This is perfect mpillow!! And I know where one of these stores can be found (5 hour drive... but hey .. my chickens are worth it!)

Thanks you.


----------



## Lisa in WA (Oct 11, 2004)

We found it worth our while to take electricity to the shed near the chicken coop and hen house. Not only could we use a light, but we found a heated base for the waterer that made life sooo much easier.


----------



## Jim-mi (May 15, 2002)

Yes you could put say a marine type battery out at the coop with a 40 watt pv pannel, a small charge controller, and a couple of those multi LED bulbs. Also a timer to shut the lights off in the day time.
This would be for light only.
Yes it would be more than a few bucks up front.
But once bought those items would light your coop for a very long time with out any problems.

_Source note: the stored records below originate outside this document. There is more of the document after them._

"""Chord subdivision: where joint-linear motion keeps the pen on a straight line."""

import numpy as np

from ..errors import InkreachError
from ..place._geometry import _point_segment_distance

__all__ = ["subdivide"]

_PROBES = np.array([0.25, 0.5, 0.75])
_MAX_ROUNDS = 40
_MIN_LENGTH = 1e-6


def _drop_repeats(points):
    """The points without consecutive duplicates."""
    keep = np.ones(len(points), bool)
    keep[1:] = np.any(np.diff(points, axis=0) != 0, axis=1)
    return points[keep]


def _chord_deviation(arm, pa, pb, qa, qb):
    """Largest distance of the joint-linear chord ``qa -> qb`` from ``pa -> pb``.

    The chord is probed at its quarter points and midpoint through forward
    kinematics; NaN (the linkage does not close) counts as infinite.

    Parameters
    ----------
    arm : FiveBar or SerialArm
    pa, pb : ndarray, shape (M, 2)
        Segment ends, mm.
    qa, qb : ndarray, shape (M, 2)
        Joint angles at the segment ends, radians.

    Returns
    -------
    ndarray, shape (M,)
    """
    m = len(pa)
    if m == 0:
        return np.zeros(0)
    u = _PROBES[None, :, None]
    q = qa[:, None, :] + u * (qb - qa)[:, None, :]
    x = arm.fk(q.reshape(-1, 2)).reshape(m, len(_PROBES), 2)
    d = _point_segment_distance(x, pa[:, None, :], pb[:, None, :])
    d = np.where(np.isfinite(d), d, np.inf)
    return d.max(axis=1)


def _subdivide_many(points, active, arm, chord_tol, what="stroke"):
    """Subdivide the active segments of a point sequence (see :func:`subdivide`).

    Parameters
    ----------
    points : ndarray, shape (N, 2)
        Every point, already usable (checked by the caller).
    active : ndarray of bool, shape (N - 1,)
        Which consecutive pairs are segments to subdivide; the others
        (jumps between separate polylines) are left alone.

    Returns
    -------
    points, q : ndarray, shape (K, 2)
    origin : ndarray of int, shape (K,)
        Index of the input point each output point equals, or -1 for an
        inserted point.
    """
    P = np.asarray(points, dtype=float)
    Q = arm.ik(P)
    origin = np.arange(len(P))
    pending = np.asarray(active, dtype=bool).copy()
    for _ in range(_MAX_ROUNDS):
        idx = np.flatnonzero(pending)
        if idx.size == 0:
            break
        dev = _chord_deviation(arm, P[idx], P[idx + 1], Q[idx], Q[idx + 1])
        fail = ~(dev <= chord_tol)
        bad = idx[fail]
        pending[:] = False
        if bad.size == 0:
            break
        seg_len = np.hypot(*(P[bad + 1] - P[bad]).T)
        if np.any(seg_len < _MIN_LENGTH):
            k = bad[np.argmax(seg_len < _MIN_LENGTH)]
            raise InkreachError(
                f"the {what} near ({P[k, 0]:.2f}, {P[k, 1]:.2f}) mm cannot be followed "
                f"within {chord_tol:g} mm (too close to a singularity); move the drawing "
                "into the well-conditioned region")
        mid = 0.5 * (P[bad] + P[bad + 1])
        ok = arm.reachable(mid)
        if not np.all(ok):
            k = int(np.argmin(ok))
            raise InkreachError(
                f"the {what} passes through ({mid[k, 0]:.2f}, {mid[k, 1]:.2f}) mm, which the "
                "arm cannot reach safely; place the drawing inside the usable region")
        P = np.insert(P, bad + 1, mid, axis=0)
        Q = np.insert(Q, bad + 1, arm.ik(mid), axis=0)
        origin = np.insert(origin, bad + 1, -1)
        # Both halves of each failed segment are pending; the rest have passed.
        pending = np.insert(pending, bad + 1, False)
        newpos = bad + np.arange(bad.size)  # position of each failed segment's first half
        pending[newpos] = True
        pending[newpos + 1] = True
    else:  # pragma: no cover - 2**40 halvings never happen before the length test
        raise InkreachError(f"the {what} cannot be subdivided within {chord_tol:g} mm; "
                            "raise chord_tol")
    return P, Q, origin


def subdivide(polyline, arm, chord_tol=0.05):
    """Subdivide a polyline so joint-linear motion between samples stays on it.

    Moving both motors at proportional speeds (linearly in joint space)
    between two postures draws a curve, not a straight line. Each segment is
    halved, in Cartesian space, until the joint-linear chord between its
    ends, probed through forward kinematics at its midpoint and quarter
    points, lies within ``chord_tol`` of the straight segment. All failing
    segments are halved together in each round.

    Parameters
    ----------
    polyline : array_like, shape (N, 2)
        Points in arm mm. Consecutive duplicates are dropped.
    arm : FiveBar or SerialArm
    chord_tol : float
        Largest allowed distance of the drawn chord from the segment, mm.

    Returns
    -------
    points : ndarray, shape (K, 2)
        The polyline with inserted points; the input points are kept exactly.
    q : ndarray, shape (K, 2)
        Joint angles of each point, radians.

    Raises
    ------
    InkreachError
        If a point or an inserted point cannot be reached safely (outside the
        joint limits or below the conditioning floor).

    References
    ----------
    .. [1] R. H. Taylor, "Planning and execution of straight line manipulator
       trajectories", IBM J. Research and Development 23(4), 1979 (bounded
       deviation joint paths by recursive midpoint subdivision).

    Examples
    --------
    >>> import numpy as np
    >>> from inkreach.arms import default_arm
    >>> arm = default_arm()
    >>> p, q = subdivide(np.array([[-50.0, 120.0], [50.0, 120.0]]), arm, 0.05)
    >>> len(p) > 2, bool(np.allclose(arm.fk(q), p))
    (True, True)
    """
    P = np.asarray(polyline, dtype=float)
    if P.ndim != 2 or P.shape[1] != 2 or len(P) == 0:
        raise InkreachError("a polyline must be an (N, 2) array of points in mm with N >= 1")
    if not np.all(np.isfinite(P)):
        raise InkreachError("a polyline has NaN or infinite coordinates; drop those points")
    if not chord_tol > 0:
        raise InkreachError(f"chord_tol must be greater than zero, got {chord_tol!r}")
    P = _drop_repeats(P)
    ok = arm.reachable(P)
    if not np.all(ok):
        k = int(np.argmin(ok))
        raise InkreachError(f"point ({P[k, 0]:.2f}, {P[k, 1]:.2f}) mm cannot be reached "
                            "safely; place the drawing inside the usable region")
    P, Q, _ = _subdivide_many(P, np.ones(len(P) - 1, bool), arm, chord_tol, "polyline")
    return P, Q
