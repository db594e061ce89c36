/*
 * CAUTION: reference firmware, to be reviewed; NOT a certified motion controller.
 * Rehearse every new arm and plan with the pen lifted and the arm unloaded, keep
 * hands clear of a moving arm, keep a power switch within reach, and check the
 * pin numbers and pulse ranges against your motors' and drivers' documentation
 * (and follow their makers' instructions and local rules) before the first run.
 */
/* Bitwise CRC-16/IBM-3740 (no table: small and slow is fine at 115200 baud). */
#include "ink_crc16.h"

uint16_t ink_crc16(const uint8_t *data, uint16_t n)
{
    uint16_t crc = 0xFFFFu;
    uint16_t i;
    uint8_t b;
    for (i = 0; i < n; i++) {
        crc ^= (uint16_t)((uint16_t)data[i] << 8);
        for (b = 0; b < 8; b++) {
            if (crc & 0x8000u)
                crc = (uint16_t)((crc << 1) ^ 0x1021u);
            else
                crc = (uint16_t)(crc << 1);
        }
    }
    return crc;
}
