/*
 * CAUTION: reference firmware, to be reviewed; NOT a certified motion controller.
 * Rehearse every new arm and plan with the pen lifted and the arm unloaded, keep
 * hands clear of a moving arm, keep a power switch within reach, and check the
 * pin numbers and pulse ranges against your motors' and drivers' documentation
 * (and follow their makers' instructions and local rules) before the first run.
 */
#ifndef INK_OUTPUT_H
#define INK_OUTPUT_H
#include <stdint.h>
#ifdef __cplusplus
extern "C" {
#endif
/* a / b rounded to nearest, halves away from zero (b > 0) */
int64_t ink_div_round(int64_t a, int64_t b);
/* Servo pulse of joint 0 or 1 at angle q (1e-4 degree), in 1/INK_TICKS_PER_US us,
 * by piecewise-linear interpolation of the calibration table (clamped at its ends). */
int32_t ink_servo_ticks(uint8_t joint, int32_t q);
/* Pen servo pulse, same unit: pen 1 = down. */
int32_t ink_pen_ticks(uint8_t pen);
/* Absolute stepper position of joint 0 or 1 at angle q (0 at the zero angle). */
int32_t ink_stepper_steps(uint8_t joint, int32_t q);
#ifdef __cplusplus
}
#endif
#endif
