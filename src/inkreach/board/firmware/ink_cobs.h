/*
 * CAUTION: reference firmware, to be reviewed; NOT a certified motion controller.
 * Rehearse every new arm and plan with the pen lifted and the arm unloaded, keep
 * hands clear of a moving arm, keep a power switch within reach, and check the
 * pin numbers and pulse ranges against your motors' and drivers' documentation
 * (and follow their makers' instructions and local rules) before the first run.
 */
#ifndef INK_COBS_H
#define INK_COBS_H
#include <stdint.h>
#ifdef __cplusplus
extern "C" {
#endif
/* Consistent Overhead Byte Stuffing (Cheshire & Baker, 1999).
 * encode: writes at most n + n/254 + 1 bytes, none of them zero; returns the count.
 * decode: returns the decoded length, or -1 when the input is not valid COBS or
 * the output would exceed cap. Neither handles the 0x00 delimiter. */
uint16_t ink_cobs_encode(const uint8_t *in, uint16_t n, uint8_t *out);
int16_t ink_cobs_decode(const uint8_t *in, uint16_t n, uint8_t *out, uint16_t cap);
#ifdef __cplusplus
}
#endif
#endif
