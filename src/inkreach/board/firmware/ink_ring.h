/*
 * CAUTION: reference firmware, to be reviewed; NOT a certified motion controller.
 * Rehearse every new arm and plan with the pen lifted and the arm unloaded, keep
 * hands clear of a moving arm, keep a power switch within reach, and check the
 * pin numbers and pulse ranges against your motors' and drivers' documentation
 * (and follow their makers' instructions and local rules) before the first run.
 */
#ifndef INK_RING_H
#define INK_RING_H
#include <stdint.h>
#include "inkreach_config.h"
#ifdef __cplusplus
extern "C" {
#endif
/* The sample buffer: a ring of INK_CAPACITY samples, stream indices
 * next - count ... next - 1, oldest at head. Three plain arrays: 9 bytes a sample. */
struct ink_ring {
    int32_t q1[INK_CAPACITY];
    int32_t q2[INK_CAPACITY];
    uint8_t pen[INK_CAPACITY];
    uint16_t head;
    uint16_t count;
    uint32_t next;   /* stream index of the next sample to be pushed */
};

void ink_ring_clear(struct ink_ring *r, uint32_t next);
uint16_t ink_ring_free(const struct ink_ring *r);
/* returns 1 when stored, 0 when full */
uint8_t ink_ring_push(struct ink_ring *r, int32_t q1, int32_t q2, uint8_t pen);
/* oldest sample and its index; returns 0 when empty */
uint8_t ink_ring_peek(const struct ink_ring *r, int32_t *q1, int32_t *q2, uint8_t *pen,
                      uint32_t *index);
void ink_ring_drop(struct ink_ring *r);
#ifdef __cplusplus
}
#endif
#endif
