/*
 * CAUTION: reference firmware, to be reviewed; NOT a certified motion controller.
 * Rehearse every new arm and plan with the pen lifted and the arm unloaded, keep
 * hands clear of a moving arm, keep a power switch within reach, and check the
 * pin numbers and pulse ranges against your motors' and drivers' documentation
 * (and follow their makers' instructions and local rules) before the first run.
 */
#ifndef INK_CHECK_H
#define INK_CHECK_H
#include <stdint.h>
#ifdef __cplusplus
extern "C" {
#endif
enum {
    INK_F_NONE = 0, INK_F_LIMIT = 1, INK_F_SPEED = 2, INK_F_ACCEL = 3, INK_F_STARVED = 4,
    INK_F_PEN = 5, INK_F_FIRST = 6, INK_F_STEP_RATE = 7
};

/* Check the sample (q_new, pen) about to be executed after the posture q with
 * last change per period v (both 0 change at a start from rest, from_rest = 1).
 * Returns a fault code (0 when the sample is safe) and the offending number in
 * *value: joint limits; |dq| <= INK_DQ_MAX; |dq - v| <= INK_DDQ_MAX; braking from
 * the new sample at INK_DDQ_MAX per period ends inside the limits (code 1); and
 * for steppers |steps change| <= INK_MAX_STEPS_PER_PERIOD (code 7). A breach of
 * speed or acceleration on the first sample from rest is code 6. */
uint8_t ink_check_sample(const int32_t q[2], const int32_t v[2], const int32_t q_new[2],
                         uint8_t pen, uint8_t from_rest, int32_t *value);

/* Distance (angle units) a joint moving |v| per period covers while braking at
 * INK_DDQ_MAX per period to rest. */
int32_t ink_braking_distance(int32_t speed);

/* One period of the controlled stop: each joint's change per period shrinks by
 * up to INK_DDQ_MAX toward zero, and the joint never leaves its limits.
 * Updates q and v; returns 1 when both joints are at rest. */
uint8_t ink_ramp_step(int32_t q[2], int32_t v[2]);
#ifdef __cplusplus
}
#endif
#endif
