/*
 * CAUTION: reference firmware, to be reviewed; NOT a certified motion controller.
 * Rehearse every new arm and plan with the pen lifted and the arm unloaded, keep
 * hands clear of a moving arm, keep a power switch within reach, and check the
 * pin numbers and pulse ranges against your motors' and drivers' documentation
 * (and follow their makers' instructions and local rules) before the first run.
 */
#include "ink_frame.h"
#include "ink_cobs.h"
#include "ink_crc16.h"

void ink_frame_init(struct ink_frame_rx *rx)
{
    rx->len = 0;
    rx->overflow = 0;
}

uint8_t ink_frame_feed(struct ink_frame_rx *rx, uint8_t byte, uint8_t *payload)
{
    int16_t n;
    uint16_t crc;
    if (byte != 0) {
        if (rx->len >= INK_RX_MAX)
            rx->overflow = 1;
        else
            rx->buf[rx->len++] = byte;
        return 0;
    }
    if (rx->overflow || rx->len == 0) {
        ink_frame_init(rx);
        return 0;
    }
    n = ink_cobs_decode(rx->buf, rx->len, payload, INK_PAYLOAD_MAX + 2);
    ink_frame_init(rx);
    if (n < 4)
        return 0;
    crc = ink_crc16(payload, (uint16_t)(n - 2));
    if (payload[n - 2] != (uint8_t)(crc >> 8) || payload[n - 1] != (uint8_t)(crc & 0xFF))
        return 0;
    return (uint8_t)(n - 2);
}

uint8_t ink_frame_encode(const uint8_t *payload, uint8_t n, uint8_t *out)
{
    uint8_t tmp[INK_PAYLOAD_MAX + 2];
    uint16_t crc, m;
    uint8_t i;
    if (n > INK_PAYLOAD_MAX)
        return 0;
    for (i = 0; i < n; i++)
        tmp[i] = payload[i];
    crc = ink_crc16(payload, n);
    tmp[n] = (uint8_t)(crc >> 8);
    tmp[n + 1] = (uint8_t)(crc & 0xFF);
    m = ink_cobs_encode(tmp, (uint16_t)(n + 2), out);
    out[m++] = 0;
    return (uint8_t)m;
}
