def _off_stroke_rows(q, pen, stroke, arm, index, chord_tol):
    """Pen-down rows that, or whose joint-space midpoint with the next row, stray too far.

    The rows of :func:`_chord_violations` before the row after each is
    added; a row may come twice (its own pen and its midpoint).
    """
    kd = np.flatnonzero(pen == 1)
    if kd.size == 0:
        return np.zeros(0, int)
    pair = kd[:-1][(np.diff(kd) == 1) & (stroke[kd[1:]] == stroke[kd[:-1]])]
    pts = np.concatenate([arm.fk(q[kd]), arm.fk(0.5 * (q[pair] + q[pair + 1]))])
    lab = np.concatenate([stroke[kd], stroke[pair]])
    row = np.concatenate([kd, pair])
    # Headroom of 1 % of the tolerance for rounding the angles when written.
    return row[index.distance(pts, lab) > 0.99 * chord_tol]


def _chord_violations(q, pen, stroke, arm, index, chord_tol):
    """Rows whose pen, or whose joint-space midpoint with the next row, strays too far.

    The same rule as :func:`check_stream`, so the corner rule may be
    optimistic: rows it lets cut a corner too deeply are slowed down.
    """
    return _with_next(_off_stroke_rows(q, pen, stroke, arm, index, chord_tol))


def _with_next(rows):
    """The rows and the row after each: a stray row or midpoint is slowed on both sides."""
    return np.unique(np.concatenate([rows, rows + 1]))


def _around(rows, n):
    """The rows from one before to two after each (of ``n``): around a missed vertex."""
    return np.unique(np.concatenate([rows - 1, rows, rows + 1, rows + 2]).clip(0, n - 1))


def _missed_vertices(q, pen, stroke, arm, strokes, chord_tol):
    """Stroke vertices too far from the drawn path, and the row nearest each.

    The rule of :func:`_vertex_misses`. Returns the missed vertices (as
    indices into the concatenated strokes of two or more points) and, for
    each, the row that starts the piece of the drawn path nearest to it.
    Only the vertices of strokes with pen-down rows are looked at: the
    others have no drawn path to miss by.
    """
    from scipy.spatial import cKDTree

    from ..place._geometry import _point_segment_distance

    none = np.zeros(0, int), np.zeros(0, int)
    kd = np.flatnonzero(pen == 1)
    sizes = np.array([len(x) for x in strokes], int)
    lab = stroke[kd]
    drawn = np.isin(np.arange(len(strokes)), lab)
    lines = np.flatnonzero((sizes > 1) & drawn)
    if kd.size < 2 or not lines.size:
        return none
    pair = (np.diff(kd) == 1) & (lab[1:] == lab[:-1])
    xm = arm.fk(0.5 * (q[kd[:-1]] + q[kd[1:]])[pair])
    pts = np.concatenate([arm.fk(q[kd]), xm])
    order = np.argsort(np.concatenate([2 * np.arange(kd.size), 2 * np.flatnonzero(pair) + 1]),
                       kind="stable")
    pts = pts[order]
    plab = np.concatenate([lab, lab[:-1][pair]])[order]
    prow = np.concatenate([kd, kd[:-1][pair]])[order]
    # pieces of the drawn path, without the zero-length ones of the dwells
    same = (plab[1:] == plab[:-1]) & np.any(pts[1:] != pts[:-1], axis=1)
    if not np.any(same):
        return none
    A, B = pts[:-1][same], pts[1:][same]
    slab, srow = plab[:-1][same], prow[:-1][same]
    big = 1e7
    tree = cKDTree(np.column_stack([0.5 * (A + B), slab * big]))
    V = np.concatenate([strokes[i] for i in lines])
    # where each vertex sits among the vertices of all strokes of two or more points
    vsid = np.repeat(np.flatnonzero(sizes > 1), sizes[sizes > 1])
    vidx = np.flatnonzero(drawn[vsid])
    vlab = vsid[vidx]
    k = min(8, len(A))
    _, idx = tree.query(np.column_stack([V, vlab * big]), k=k)
    idx = idx.reshape(len(V), k)
    d = _point_segment_distance(V[:, None, :], A[idx], B[idx])
    d = np.where(slab[idx] == vlab[:, None], d, np.inf)
    # (a stroke whose rows never move has no pieces: nothing to slow down)
    bad = np.flatnonzero((d.min(axis=1) > 0.99 * chord_tol) & np.isin(vlab, slab))
    if bad.size == 0:
        return none
    return vidx[bad], srow[idx[bad, np.argmin(d[bad], axis=1)]]


def _vertex_misses(q, pen, stroke, arm, strokes, chord_tol):
    """Rows next to which a stroke vertex lies too far from the drawn path.

    The drawn path of a stroke runs through its pen-down rows and the
    joint-space midpoints between them, in order; every vertex of the
    stroke must lie within ``chord_tol`` of it (the stroke is drawn whole,
    the rule of ``inkreach check``). Rows that cut a corner, or two close
    corners at once, too deeply are returned, and the missed vertices (as
    indices into the concatenated strokes of two or more points): a stroke
    that passes near its own vertex again later (hatching) may have its
    nearest rows elsewhere in time, so the time around the vertex itself is
    slowed down too.
    """
    bad, r = _missed_vertices(q, pen, stroke, arm, strokes, chord_tol)
    return _around(r, len(q)), bad


def _cut_missed(missed, vsid, vloc, drawn, cut_memo, forced, blend):
    """Give each missed, not yet cut, interior stroke vertex a cut; True where one was given.

    ``missed`` indexes the vertices of the strokes of two or more points
    (``vsid`` their stroke, ``vloc`` their place in its subdivided path);
    the new cuts go into ``forced``. A loop over the missed vertices only.
    """
    done = np.zeros(len(missed), bool)
    for k, v in enumerate(missed):
        i, j = int(vsid[v]), int(vloc[v])
        have = forced.setdefault(i, set())
        if 0 < j < len(drawn[i][0]) - 1 and j not in have \
                and j not in cut_memo.get((i, bool(blend[i])), ()):
            have.add(j)
            done[k] = True
    return done


#: Check again, each repair round, only the strokes whose rows changed
#: (False: every stroke, every round; the same result, for tests).
_INCREMENTAL = True


class _PathChecks:
    """The chord and vertex rules of the repair rounds, kept from round to round.

    Both rules judge each stroke by its own pen-down rows alone (their
    angles and spacing), and a repair round changes the rows of only the
    strokes it slowed down: every stroke starts and ends at rest on a row,
    so an untouched stroke's pen-down rows come out the same, only shifted
    in row index. Each round checks again only the strokes whose pen-down
    rows differ (bit for bit) from the previous round's, and keeps the
    other strokes' verdicts, as row offsets from the stroke's first
    pen-down row. The result is that of :func:`_chord_violations` and
    :func:`_vertex_misses` over the whole stream.
    """

    def __init__(self, strokes, index, arm, chord_tol):
        self.S, self.index, self.arm, self.chord_tol = strokes, index, arm, chord_tol
        sizes = np.array([len(x) for x in strokes], int)
        lines = np.flatnonzero(sizes > 1)
        self.vsid = np.repeat(lines, sizes[lines])
        self.prev = None

    def __call__(self, q, pen, stroke):
        """Rows to slow down for either rule, and the missed vertices."""
        n = len(self.S)
        kd = np.flatnonzero(pen == 1)
        lab = stroke[kd]
        if not _INCREMENTAL or np.any(lab < 0):
            rows = _chord_violations(q, pen, stroke, self.arm, self.index, self.chord_tol)
            vrows, missed = _vertex_misses(q, pen, stroke, self.arm, self.S, self.chord_tol)
            self.prev = None
            return rows, vrows, missed
        o = np.argsort(lab, kind="stable")           # pen-down rows by stroke, then row
        kd, lab = kd[o], lab[o]
        cnt = np.bincount(lab, minlength=n)
        start = np.concatenate([[0], np.cumsum(cnt)[:-1]])
        first = kd[start.clip(0, max(kd.size - 1, 0))] if kd.size else np.zeros(n, int)
        off = kd - first[lab]
        bits = np.ascontiguousarray(q[kd]).view(np.uint64)
        flag = np.zeros(kd.size, bool)              # off its stroke, itself or its midpoint
        vbad = np.zeros(len(self.vsid), bool)
        vrow = np.zeros(len(self.vsid), int)         # from the stroke's first pen-down row
        changed = np.ones(n, bool)
        p = self.prev
        # (each stroke's pen-down rows in one run, as the planner lays them
        # out; otherwise a stroke's path would depend on the rows between)
        if p is not None and np.all(off == np.arange(kd.size) - start[lab]):
            keep = np.flatnonzero(cnt[lab] == p["cnt"][lab])
            old = p["start"][lab[keep]] + (keep - start[lab[keep]])
            diff = (off[keep] != p["off"][old]) | np.any(bits[keep] != p["bits"][old], axis=1)
            changed = (cnt != p["cnt"]) | (np.bincount(lab[keep], weights=diff, minlength=n) > 0)
            same = keep[~changed[lab[keep]]]
            flag[same] = p["flag"][p["start"][lab[same]] + (same - start[lab[same]])]
            v = ~changed[self.vsid]
            vbad[v], vrow[v] = p["vbad"][v], p["vrow"][v]
        if np.any(changed):
            sub = np.zeros_like(pen)
            sub[kd[changed[lab]]] = 1
            at = np.full(len(q), -1)
            at[kd] = np.arange(kd.size)
            flag[at[_off_stroke_rows(q, sub, stroke, self.arm, self.index, self.chord_tol)]] = True
            vb, r = _missed_vertices(q, sub, stroke, self.arm, self.S, self.chord_tol)
            vbad[vb] = True
            vrow[vb] = r - first[self.vsid[vb]]
        self.prev = dict(cnt=cnt, start=start, off=off, bits=bits, flag=flag, vbad=vbad,
                         vrow=vrow)
        missed = np.flatnonzero(vbad)
        r = first[self.vsid[missed]] + vrow[missed]
        return _with_next(kd[flag]), _around(r, len(q)), missed
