/*
 * CAUTION: reference firmware, to be reviewed; NOT a certified motion controller.
 * Rehearse every new arm and plan with the pen lifted and the arm unloaded, keep
 * hands clear of a moving arm, keep a power switch within reach, and check the
 * pin numbers and pulse ranges against your motors' and drivers' documentation
 * (and follow their makers' instructions and local rules) before the first run.
 */
/* inkreach_config.h: written by `inkreach firmware` for one arm; do not edit,
 * write it again from the arm file. Angles in 1e-4 degree, pulses in 1/16 us. */
#ifndef INKREACH_CONFIG_H
#define INKREACH_CONFIG_H

#define INK_ARM_NAME "desk five-bar"
#define INK_ARM_HASH 0x19B58902UL
#define INK_DRIVE 0 /* 0 servo, 1 stepper */
#define INK_PERIOD_US 20000UL
#define INK_CAPACITY 64
#define INK_Q1_MIN 300000L
#define INK_Q1_MAX 2100000L
#define INK_Q2_MIN -300000L
#define INK_Q2_MAX 1500000L
#define INK_DQ_MAX 36001L /* largest change per period */
#define INK_DDQ_MAX 6001L /* largest change of that change */
#define INK_HOME_Q1 1200000L
#define INK_HOME_Q2 600000L
#define INK_TICKS_PER_US 16
#define INK_SERVO1_POINTS 2
#define INK_SERVO1_TABLE {{300000L, 8000L}, {2100000L, 40000L}}
#define INK_SERVO2_POINTS 2
#define INK_SERVO2_TABLE {{-300000L, 8000L}, {1500000L, 40000L}}
#define INK_PEN_UP_TICKS 19200L
#define INK_PEN_DOWN_TICKS 27200L
#define INK_STEP1_NUM 1LL
#define INK_STEP1_DEN 1125LL
#define INK_STEP1_ZERO 1200000L
#define INK_STEP1_DIR 1
#define INK_STEP2_NUM 1LL
#define INK_STEP2_DEN 1125LL
#define INK_STEP2_ZERO 600000L
#define INK_STEP2_DIR 1
#define INK_MAX_STEPS_PER_PERIOD 400L
#define INK_PIN_MOTOR1 9
#define INK_PIN_MOTOR2 10
#define INK_PIN_PEN 11

#endif
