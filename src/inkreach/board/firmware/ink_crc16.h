/*
 * CAUTION: reference firmware, to be reviewed; NOT a certified motion controller.
 * Rehearse every new arm and plan with the pen lifted and the arm unloaded, keep
 * hands clear of a moving arm, keep a power switch within reach, and check the
 * pin numbers and pulse ranges against your motors' and drivers' documentation
 * (and follow their makers' instructions and local rules) before the first run.
 */
#ifndef INK_CRC16_H
#define INK_CRC16_H
#include <stdint.h>
#ifdef __cplusplus
extern "C" {
#endif
/* CRC-16/IBM-3740: poly 0x1021, init 0xFFFF, no reflection, no final xor. */
uint16_t ink_crc16(const uint8_t *data, uint16_t n);
#ifdef __cplusplus
}
#endif
#endif
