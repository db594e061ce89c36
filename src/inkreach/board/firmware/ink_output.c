/*
 * CAUTION: reference firmware, to be reviewed; NOT a certified motion controller.
 * Rehearse every new arm and plan with the pen lifted and the arm unloaded, keep
 * hands clear of a moving arm, keep a power switch within reach, and check the
 * pin numbers and pulse ranges against your motors' and drivers' documentation
 * (and follow their makers' instructions and local rules) before the first run.
 */
/* Angles to motor signals, integer maths only (64-bit intermediates). */
#include "ink_output.h"
#include "inkreach_config.h"

static const int32_t servo1[INK_SERVO1_POINTS][2] = INK_SERVO1_TABLE;
static const int32_t servo2[INK_SERVO2_POINTS][2] = INK_SERVO2_TABLE;

int64_t ink_div_round(int64_t a, int64_t b)
{
    if (a >= 0)
        return (a + b / 2) / b;
    return -((-a + b / 2) / b);
}

static int32_t interp(const int32_t (*tab)[2], uint8_t n, int32_t q)
{
    uint8_t k = 0;
    int64_t num;
    if (q <= tab[0][0])
        return tab[0][1];
    if (q >= tab[n - 1][0])
        return tab[n - 1][1];
    while ((uint8_t)(k + 2) < n && q >= tab[k + 1][0])
        k++;
    num = (int64_t)(q - tab[k][0]) * (int64_t)(tab[k + 1][1] - tab[k][1]);
    return (int32_t)(tab[k][1] + ink_div_round(num, (int64_t)(tab[k + 1][0] - tab[k][0])));
}

int32_t ink_servo_ticks(uint8_t joint, int32_t q)
{
    return joint == 0 ? interp(servo1, INK_SERVO1_POINTS, q)
                      : interp(servo2, INK_SERVO2_POINTS, q);
}

int32_t ink_pen_ticks(uint8_t pen)
{
    return pen ? INK_PEN_DOWN_TICKS : INK_PEN_UP_TICKS;
}

int32_t ink_stepper_steps(uint8_t joint, int32_t q)
{
    int64_t s;
    if (joint == 0)
        s = ink_div_round((int64_t)(q - INK_STEP1_ZERO) * INK_STEP1_NUM, INK_STEP1_DEN);
    else
        s = ink_div_round((int64_t)(q - INK_STEP2_ZERO) * INK_STEP2_NUM, INK_STEP2_DEN);
    return (int32_t)((joint == 0 ? INK_STEP1_DIR : INK_STEP2_DIR) * s);
}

For many less pennys just get a GOOD 12 gage wire extension cord and have at it.

Might have helped if you had corrected that 750 feet sooner. That distance threw us off.


----------



## Jamaican stead (Sep 7, 2006)

Here we use solar yard lamps. what we did was to remove the top off the mount, then driled a 1/4 in hole in the roof of the coop, and place the led light through it. Works great with four lights lighting the coop up till 3 am. Harbor Frieght is where we bought the ones we are using ran us 10 bucks for the set.


----------



## fantasymaker (Aug 28, 2005)

Just aim a spotlight out the window of your house at the coop?


----------



## sleeps723 (Sep 10, 2006)

i use 4 flood lights that r solar powered, they light up 30x60, paid 80$ apiece but i dont trip or bump my head


----------



## rambler (Jan 20, 2004)

So, $30 plus a bit of shipping and you are done, I'm not understanding the problem?

http://www.harborfreight.com/cpi/ctaf/displayitem.taf?Itemnumber=93661

--->Paul


----------